import type { CampaignDocument } from "@weighhouse/campaign/document";
import { sensitivitySchema, type Sensitivity } from "@weighhouse/campaign/sensitivity";
import { describe, expect, test } from "vitest";
import { documentFrom, standingsFrom } from "../testing/documents";
import { sensitivityOf } from "./sensitivity";

/** Two hypotheses; one plate, read twice, decides between them. */
const parts = {
  observables: [{ key: "level", title: "Level", unit: "m", scale: "linear" }],
  measurands: [
    { key: "may", observable: "level", reference: { family: "uniform", lower: -10, upper: 10 } },
    { key: "june", observable: "level", reference: { family: "normal", mean: 0, sd: 4 } },
  ],
  facilities: [{ key: "pier" }, { key: "raft" }],
  teams: [{ key: "north" }],
  sharedErrors: [{ key: "zero", sd: 0.3 }],
  hypotheses: [
    {
      key: "high",
      title: "High water",
      team: "north",
      weight: 3,
      predictions: [
        { measurand: "may", expected: 2, tolerance: { family: "normal", sd: 0.2 } },
        { measurand: "june", expected: 1 },
      ],
    },
    {
      key: "low",
      title: "Low water",
      predictions: [
        { measurand: "may", expected: 1, tolerance: { family: "normal", sd: 0.2 } },
        { measurand: "june", expected: 1.2 },
      ],
    },
  ],
  measurements: [
    { id: "a", measurand: "may", facility: "pier", value: 1.9, sd: 0.2, sameData: "plate-7" },
    { id: "b", measurand: "june", facility: "raft", team: "north", value: 1.3, sd: 0.3 },
    { id: "c", measurand: "june", facility: "raft", value: 1.1, sd: 0.3, status: "provisional" },
    {
      id: "d",
      measurand: "june",
      value: 1.2,
      sd: 0.2,
      shared: [{ error: "zero" }],
    },
    {
      id: "again",
      measurand: "may",
      facility: "pier",
      value: 1.1,
      sd: 0.2,
      sameData: "plate-7",
      setAside: { reason: "read twice" },
    },
  ],
};

type Parts = typeof parts;

function found(document: CampaignDocument): Sensitivity {
  const sensitivity = sensitivityOf(document);
  if (!sensitivity.ok) throw new Error(JSON.stringify(sensitivity.problems));
  return sensitivitySchema.parse(sensitivity.value);
}

const sensitivity = found(documentFrom(parts));

function rowOf(kind: string, key: string | null) {
  const row = sensitivity.changes.find((one) => one.kind === kind && one.key === key);
  if (row === undefined) throw new Error(`no row ${kind} ${key}`);
  return row;
}

/** Standings of the parts as somebody would change them in the file. */
function changed(change: (copy: Parts) => void) {
  const copy = structuredClone(parts);
  change(copy);
  const { hypotheses } = standingsFrom(documentFrom(copy));
  return hypotheses.map(({ key, rank, log10BayesFactor, posterior, chiSquare }) => ({
    key,
    rank,
    log10BayesFactor,
    posterior,
    chiSquare,
  }));
}

describe("each row is the campaign scored with that change made in its file", () => {
  const measurementsWithout = (goes: (one: Parts["measurements"][number]) => boolean) =>
    changed((copy) => {
      copy.measurements = copy.measurements.filter((one) => !goes(one));
    });
  test.each([
    ["without-facility", "pier", measurementsWithout(({ facility }) => facility === "pier")],
    ["without-measurand", "june", measurementsWithout(({ measurand }) => measurand === "june")],
    ["without-team", "north", measurementsWithout(({ team }) => team === "north")],
    ["without-measurement", "d", measurementsWithout(({ id }) => id === "d")],
    ["without-provisional", null, measurementsWithout(({ status }) => status === "provisional")],
    [
      "same-data-swapped",
      "again",
      changed(({ measurements }) => {
        measurements[0]!.setAside = measurements[4]!.setAside!;
        delete measurements[4]!.setAside;
      }),
    ],
    ["shared-error-doubled", "zero", changed((copy) => (copy.sharedErrors[0]!.sd = 0.6))],
    ["shared-error-absent", "zero", changed((copy) => (copy.measurements[3]!.shared = []))],
    [
      "tolerances-halved",
      null,
      changed(({ hypotheses }) => {
        for (const { predictions } of hypotheses) {
          for (const { tolerance } of predictions) if (tolerance !== undefined) tolerance.sd = 0.1;
        }
      }),
    ],
    [
      "references-doubled",
      null,
      changed(({ measurands }) => {
        Object.assign(measurands[0]!.reference, { lower: -20, upper: 20 });
        Object.assign(measurands[1]!.reference, { sd: 8 });
      }),
    ],
    ["equal-weights", null, changed(({ hypotheses }) => delete hypotheses[0]!.weight)],
  ])("%s %s", (kind, key, hypotheses) => {
    expect(rowOf(kind, key).hypotheses).toEqual(hypotheses);
  });
});

test("the finding names what would give the lead to another, and whom", () => {
  const turning = sensitivity.changes.filter(({ leaderChanges }) => leaderChanges);
  expect(sensitivity.leader).toBe("high");
  expect(turning.map(({ kind, key, leader }) => [kind, key, leader])).toContainEqual([
    "same-data-swapped",
    "again",
    "low",
  ]);
  expect(sensitivity.finding).toContain(
    "with again in place of its counted alternative (then Low water)",
  );
});

test("weights of evidence add up to the whole where quantities share nothing", () => {
  const weights = sensitivity.weightOfEvidence.map(({ log10BayesFactor }) => log10BayesFactor!);
  const whole = -sensitivity.hypotheses[1]!.log10BayesFactor!;
  expect(weights).toHaveLength(2);
  expect(Math.abs(weights[0]! + weights[1]! - whole)).toBeLessThan(1e-9);
});

test("the references' width at which the leader changes is where both are even", () => {
  // One predicts and one is silent: the wider the reference, the cheaper the prediction.
  const silent = {
    ...parts,
    hypotheses: [
      { key: "bold", title: "Bold", predictions: [{ measurand: "may", expected: 2.35 }] },
      { key: "silent", title: "Silent", predictions: [] },
    ],
    measurements: [{ id: "a", measurand: "may", value: 1.9, sd: 0.2 }],
  };
  const { referenceWidthFactor, leader } = found(documentFrom(silent));
  // phi(2.25) / 0.2 = 1 / width: width 0.2 sqrt(2 pi) e^(2.25^2 / 2), of 20.
  const even = (0.2 * Math.sqrt(2 * Math.PI) * Math.exp(2.25 ** 2 / 2)) / 20;
  expect(leader).toBe("bold");
  expect(referenceWidthFactor!.leader).toBe("silent");
  expect(Math.abs(referenceWidthFactor!.factor / even - 1)).toBeLessThan(1e-6);
});

test("of many measurements those are tried that tell most, and the number is said", () => {
  const measurements = Array.from({ length: 450 }, (_, i) => ({
    id: `m${i}`,
    measurand: i % 2 === 0 ? "may" : "june",
    value: 1.5 + (i % 7) / 10,
    sd: i === 222 ? 0.01 : 2,
  }));
  const many = found(documentFrom({ ...parts, measurements }));
  expect(many.measurementsTried).toBe(400);
  const single = many.changes.filter(({ kind }) => kind === "without-measurement");
  expect(single).toHaveLength(50);
  expect(single[0]!.key).toBe("m222");
});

━━━━

PROBLEM TO SOLVE
Each line above that holds the string "sqrt" should be copied and shown.

RESULT
  // phi(2.25) / 0.2 = 1 / width: width 0.2 sqrt(2 pi) e^(2.25^2 / 2), of 20.
  const even = (0.2 * Math.sqrt(2 * Math.PI) * Math.exp(2.25 ** 2 / 2)) / 20;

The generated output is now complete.